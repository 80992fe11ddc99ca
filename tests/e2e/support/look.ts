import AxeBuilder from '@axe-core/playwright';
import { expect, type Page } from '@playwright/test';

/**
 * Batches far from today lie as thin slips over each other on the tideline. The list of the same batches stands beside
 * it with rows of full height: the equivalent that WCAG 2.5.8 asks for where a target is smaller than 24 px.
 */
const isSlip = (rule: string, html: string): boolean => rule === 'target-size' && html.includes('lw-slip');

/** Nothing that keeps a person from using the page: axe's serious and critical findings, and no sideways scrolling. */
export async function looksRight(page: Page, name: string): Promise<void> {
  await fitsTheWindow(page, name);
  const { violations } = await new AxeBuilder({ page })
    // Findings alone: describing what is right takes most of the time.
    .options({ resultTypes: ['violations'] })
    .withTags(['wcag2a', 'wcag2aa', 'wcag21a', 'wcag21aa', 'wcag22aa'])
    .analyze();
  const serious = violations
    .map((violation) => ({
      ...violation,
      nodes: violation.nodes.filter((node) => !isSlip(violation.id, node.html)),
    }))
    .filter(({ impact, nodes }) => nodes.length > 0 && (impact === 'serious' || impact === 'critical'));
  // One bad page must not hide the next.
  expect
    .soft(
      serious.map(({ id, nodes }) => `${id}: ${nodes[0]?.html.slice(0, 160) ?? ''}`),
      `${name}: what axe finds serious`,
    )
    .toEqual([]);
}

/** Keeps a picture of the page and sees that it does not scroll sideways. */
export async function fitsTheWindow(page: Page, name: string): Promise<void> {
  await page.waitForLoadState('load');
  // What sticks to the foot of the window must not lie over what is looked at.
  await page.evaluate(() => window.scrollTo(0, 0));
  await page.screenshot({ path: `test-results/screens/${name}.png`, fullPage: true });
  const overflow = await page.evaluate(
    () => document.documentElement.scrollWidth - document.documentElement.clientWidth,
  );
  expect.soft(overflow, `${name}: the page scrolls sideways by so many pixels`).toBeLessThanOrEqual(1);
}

_ _ _ _ _ _ _

- **Work instructions**: Scan the data above; copy every line where "filter" appears.

- **Written reply**:
      nodes: violation.nodes.filter((node) => !isSlip(violation.id, node.html)),
    .filter(({ impact, nodes }) => nodes.length > 0 && (impact === 'serious' || impact === 'critical'));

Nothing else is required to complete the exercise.